Magnetotelluric Subsurface Sounder, 15-R8043
Printer Friendly VersionPrincipal Investigators
Robert Grimm
David Stillman
Kerry Neal
Michael Vincent
Inclusive Dates: 03/01/09 – Current
Background - Electromagnetic (EM) sounding of planetary interiors reveals key indicators of structure and geological evolution, but is not widely recognized because there has been no simple approach applicable to a variety of space missions. Magnetotellurics (MT) — used for the past half-century on Earth — can provide that broad applicability. MT determines the frequency-dependent ground impedance (and hence interior structure) from measurements of the electric and magnetic fields naturally arising from lightning, the ionosphere, the magnetosphere, and in space, from the solar wind. Modeling, sensor validation, and fielding of a prototype system will demonstrate the capability of SwRI to respond to several flight announcements of opportunity anticipated over the next few years. The initial focus is on a scale demonstration of a Venus balloon; the later stages of the project turn toward landed systems.

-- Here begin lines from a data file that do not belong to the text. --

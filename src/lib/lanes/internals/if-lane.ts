import { SPUR_FAMILIES, type SpurFamily } from "@/lib/plan";
import type { Lane, LaneItem, LanePlanInput, LaneResultInput, Severity } from "../types";
import { ghz, ghzRange, mhz, num } from "./format";
import { item } from "./item";
import type { LaneIndex } from "./lane-index";
import { IF_LANE_ROWS, IF_ROWS } from "./rows";
import { uniqueCodes, worstSeverity } from "./severity";

type Chain = LanePlanInput["chains"][number];

/** Most Nyquist edges drawn per IF lane. */
const MAX_NYQUIST_EDGES = 64;

/** The IF lane of a chain. */
export function ifLane(chain: Chain): Lane {
  return {
    id: `if:${chain.id}`,
    kind: "if",
    chain: chain.id,
    title: `IF · chain ${chain.id}`,
    rows: IF_LANE_ROWS,
    axis: "if",
    mirror: 1,
  };
}

/** Severity of a spur family that hits a slot (docs/plan-format.md §5.1 "Families"). */
function spurSeverity(family: string, order: number, hits: number): Severity | null {
  if (hits === 0) return null;
  if (family === "harmonic" || family === "intermod") return order <= 3 ? "info" : null;
  return "error";
}

/**
 * The IF lane's items of a chain: the detector band and its Nyquist edges
 * k·fs/2, per channel with a slot its guard, occupied band and IF slot, and
 * every spur of the chain on the row of its family.
 */
export function ifItems(
  plan: LanePlanInput,
  result: LaneResultInput,
  chain: Chain,
  index: LaneIndex,
  items: LaneItem[],
): void {
  const guard = plan.settings.guardMHz / 1000;
  const laser = index.laserOf.get(chain.laser);
  const det = index.detectorOf.get(chain.detector);
  const iLane = `if:${chain.id}`;
  const D = (laser?.driftMHz ?? 0) / 1000;
  if (det) {
    items.push(
      item({
        id: `${iLane}:detector`,
        lane: iLane,
        kind: "detector-band",
        row: IF_ROWS.detector,
        lo: det.minGHz,
        hi: det.maxGHz,
        chain: chain.id,
        label: `detector ${det.id} usable band`,
        facts: () => [["band", ghzRange(det.minGHz, det.maxGHz)]],
      }),
    );
    const fsr = det.sampleRateGHz ?? null;
    if (fsr !== null && fsr > 0) {
      const half = fsr / 2;
      for (let k = 1; k * half <= det.maxGHz + half && k <= MAX_NYQUIST_EDGES; k++) {
        items.push(
          item({
            id: `${iLane}:nyquist:${k}`,
            lane: iLane,
            kind: "nyquist-edge",
            row: IF_ROWS.detector,
            lo: k * half,
            hi: k * half,
            chain: chain.id,
            order: k,
            label: `Nyquist edge ${k}·fs/2`,
            facts: () => [
              ["frequency", `${ghz(k * half)} GHz`],
              ["sample rate", `${ghz(fsr)} GHz`],
            ],
          }),
        );
      }
    }
  }
  for (const ch of plan.channels) {
    if (ch.chain !== chain.id) continue;
    const r = index.chanResult.get(ch.id);
    const slot = r?.ifSlotGHz ?? null;
    const occ = r?.occupiedGHz ?? null;
    if (!r || !slot || !occ) continue;
    const fs = index.findingsByChannel.get(ch.id) ?? [];
    const codes = uniqueCodes(fs);
    const sev = worstSeverity(fs);
    const [g0, g1] = [occ[0] - guard, occ[1] + guard];
    items.push(
      item({
        id: `${iLane}:guard:${ch.id}`,
        lane: iLane,
        kind: "guard",
        row: IF_ROWS.slot,
        lo: g0,
        hi: g1,
        chain: chain.id,
        channel: ch.id,
        label: `guard band of ${ch.name}`,
        facts: () => [
          ["occupied ± guard", ghzRange(g0, g1)],
          ["guard", mhz(guard)],
        ],
      }),
      item({
        id: `${iLane}:occupied:${ch.id}`,
        lane: iLane,
        kind: "occupied",
        row: IF_ROWS.slot,
        lo: occ[0],
        hi: occ[1],
        chain: chain.id,
        channel: ch.id,
        label: `occupied band of ${ch.name} (slot ± drift)`,
        facts: () => [
          ["occupied", ghzRange(occ[0], occ[1])],
          ["drift", `± ${mhz(D)}`],
        ],
      }),
      item({
        id: `${iLane}:slot:${ch.id}`,
        lane: iLane,
        kind: "if-slot",
        row: IF_ROWS.slot,
        lo: slot[0],
        hi: slot[1],
        chain: chain.id,
        channel: ch.id,
        label: `IF slot of ${ch.name}`,
        codes,
        severity: sev,
        facts: () => [
          ["IF slot", ghzRange(slot[0], slot[1])],
          ["occupied", ghzRange(occ[0], occ[1])],
          ["NEΔT", num(r.nedtK, 3, "K")],
          ["image rejection", r.imageRejectionDB === null ? "—" : num(r.imageRejectionDB, 2, "dB")],
          ["lock replica", num(r.lockReplicaDB, 2, "dB")],
        ],
      }),
    );
  }
  let k = 0;
  for (const sp of result.spurs) {
    if (sp.chain !== chain.id) continue;
    const fi = SPUR_FAMILIES.indexOf(sp.family as SpurFamily);
    const family = fi >= 0 ? (SPUR_FAMILIES[fi] as SpurFamily) : null;
    items.push(
      item({
        id: `${iLane}:spur:${k++}`,
        lane: iLane,
        kind: "spur",
        row: IF_ROWS.spur0 + (fi >= 0 ? fi : SPUR_FAMILIES.length - 1),
        lo: sp.bandGHz[0],
        hi: sp.bandGHz[1],
        chain: chain.id,
        family,
        order: sp.order,
        label: `${sp.family} spur ${sp.source}, order ${sp.order}`,
        codes: sp.hits.length ? ["spur-in-slot"] : [],
        severity: spurSeverity(sp.family, sp.order, sp.hits.length),
        facts: () => [
          ["band", ghzRange(sp.bandGHz[0], sp.bandGHz[1])],
          ["family", sp.family],
          ["order", String(sp.order)],
          ["source", sp.source],
          ["hits", sp.hits.length ? sp.hits.join(", ") : "none"],
        ],
      }),
    );
  }
}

Approach - There are three main elements to the project. First, EM measurements from a tethered balloon will demonstrate aerial capability, specifically, the ability to perform relevant non-ground-contacting electric-field measurements and the ability to process balloon attitude information to recover the useful portion of the EM fields. Second, instrument designs suitable for modification to specific flight proposals will be produced. Third, theoretical modeling of the interiors of different satellites and terrestrial planets will determine science goals and performance requirements for future flight opportunities.
Accomplishments - Time variations in attitude and position were measured in trial tethered flights of an 8-ft.-diameter plastic balloon. A data-acquisition system (DAQ) was assembled, consisting of a laptop PC, a LABVIEW program, and two four-channel commercial ADCs. A commercial compact fluxgate magnetometer was purchased, and a high-sensitivity compact induction magnetometer was borrowed from a collaborator. These sensors were tested with the DAQ in various indoor and outdoor environments. The electrometer development fell significantly behind schedule, but is now in integration and test with the balloon. SwRI researchers anticipate several flights by the end of the year. In support of the balloon test, the first series of EM models focused on Venus. It was determined that the lightning-caused Schumann resonances are suitable for probing from tens to hundreds of kilometers into Venus, and specifically that different internal temperature configurations can be recovered. The modeling further confirmed that the measurements can be performed from tens of kilometers altitude. The second half of the project will focus on using the electrometers and magnetometers for subsurface investigations of the Moon and Mars.